M. Charbonneau: Tu sais, ce n'est pas cohérent, là, tu sais. On commence tout un chapitre, là. Je ne sais pas si le ministre est d'accord...

M. Couillard: Non, vous avez raison, c'est un long article, en plus.

M. Charbonneau: Oui. Si on veut comprendre un peu ce qu'on fait, là...

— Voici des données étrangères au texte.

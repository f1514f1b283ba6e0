"""Time the rater-pairs view, policy homogeneity and drift on invented panels.

Panels of 10 / 50 / 200 / 500 raters; each rater reads 150 of 600 cases
(an incomplete design, 6 numeric cues), so a pair shares about 37 cases.
Where two readers part ways keeps at most ``DEFAULT_MAX_PAIRS`` pairs (the most
furthest apart); the screen over all pairs is timed with it. For the 10-rater
panel the exact refits are compared with a loop of statsmodels OLS over pairs
(the reference used in the tests), to show the speed-up and the agreement.

Run: .venv/bin/python benchmarks/bench_rater_pairs.py [--quick]
"""

from __future__ import annotations

import sys
import time

import numpy as np
import pandas as pd
import statsmodels.api as sm

from calibrate.consistency.reading_order import drift
from calibrate.data.cues import CueRule, build_cue_design
from calibrate.panel.pairs import DEFAULT_MAX_PAIRS, compare_rater_pairs, policy_homogeneity

N_POOL, PER_RATER, N_CUES = 600, 150, 6


def panel(n_raters: int, seed: int = 0):
    rng = np.random.default_rng(seed)
    names = [f"cue{j}" for j in range(N_CUES)]
    cases = pd.DataFrame(rng.normal(size=(N_POOL, N_CUES)), columns=names,
                         index=[f"case{i}" for i in range(N_POOL)])
    design = build_cue_design(cases, [CueRule(n) for n in names])
    rater = np.repeat(np.arange(n_raters), PER_RATER)
    case = np.concatenate([rng.choice(N_POOL, PER_RATER, replace=False) for _ in range(n_raters)])
    weights = rng.normal(size=(n_raters, N_CUES))
    noise = rng.uniform(0.3, 1.5, n_raters)
    y = np.einsum("ij,ij->i", design.matrix[case], weights[rater]) \
        + noise[rater] * rng.standard_normal(rater.size)
    first = pd.DataFrame({"rater": [f"r{r:04d}" for r in rater],
                          "case": np.asarray(design.case_ids)[case], "judgment": y})
    ordered = first.assign(position=first.groupby("rater").cumcount())
    return design, first, ordered


def timed(fn):
    start = time.perf_counter()
    out = fn()
    return out, time.perf_counter() - start


def statsmodels_loop(design, first, result):
    """Refit every kept pair with statsmodels; return max |G difference|."""
    worst = 0.0
    by_rater = {r: part.set_index("case").judgment for r, part in first.groupby("rater")}
    for pair in result.pairs:
        a, b = by_rater[pair.rater_a], by_rater[pair.rater_b]
        shared = sorted(set(a.index) & set(b.index))
        X = sm.add_constant(design.matrix[design.row_of(shared)])
        fa = sm.OLS(a[shared].to_numpy(), X).fit()
        fb = sm.OLS(b[shared].to_numpy(), X).fit()
        g = np.corrcoef(fa.fittedvalues, fb.fittedvalues)[0, 1]
        worst = max(worst, abs(g - pair.g))
    return worst


def main(quick: bool) -> None:
    sizes = [10, 50, 200] if quick else [10, 50, 200, 500]
    print(f"{'raters':>7} {'pairs kept':>10} {'eligible':>9} {'rater_pairs s':>10} "
          f"{'homogeneity s':>13} {'drift s':>8}")
    for n_raters in sizes:
        design, first, ordered = panel(n_raters)
        rater_pairs, t_pairs = timed(lambda: compare_rater_pairs(design, first))
        _, t_homog = timed(lambda: policy_homogeneity(design, first, rng=1))
        _, t_drift = timed(lambda: drift(design, ordered, rng=1))
        print(f"{n_raters:>7} {rater_pairs.n_pairs_kept:>10} {rater_pairs.n_pairs_eligible:>9} "
              f"{t_pairs:>10.3f} {t_homog:>13.3f} {t_drift:>8.3f}")
        if n_raters == 10:
            worst, t_loop = timed(lambda: statsmodels_loop(design, first, rater_pairs))
            print(f"        statsmodels loop over the {rater_pairs.n_pairs_kept} pairs: "
                  f"{t_loop:.3f} s, max |G difference| {worst:.1e}")
    print(f"(pairs kept at most {DEFAULT_MAX_PAIRS}; {PER_RATER} of {N_POOL} cases per rater, "
          f"{N_CUES} cues)")


if __name__ == "__main__":
    main("--quick" in sys.argv)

M. Couillard: C'est fort triste, cependant.

M. Charbonneau: Oui, ça, je...

M. Couillard: Faites-moi donc confiance puis adoptons-le.

Des voix: Ha, ha, ha!

M. Charbonneau: Je ne suis pas sûr que je devrais. Je pense que je vais résister à la tentation.

Le Président (M. Copeman): Compte tenu des circonstances et de l'humeur des parlementaires...

M. Couillard: Joviale.

Mme Champagne: Joyeuse.

M. Couillard: Joviale.

Le Président (M. Copeman): ...j'ajourne les travaux de la commission jusqu'à 8 heures, demain matin, afin de procéder à une séance de travail et par la suite en séance publique à partir de 9 h 30, pour poursuivre l'étude détaillée.

M. Charbonneau: Nous aurons un petit-déjeuner, M. le Président, que vous nous offrez, je crois.

Le Président (M. Copeman): Alors, les travaux de la commission sont ajournés.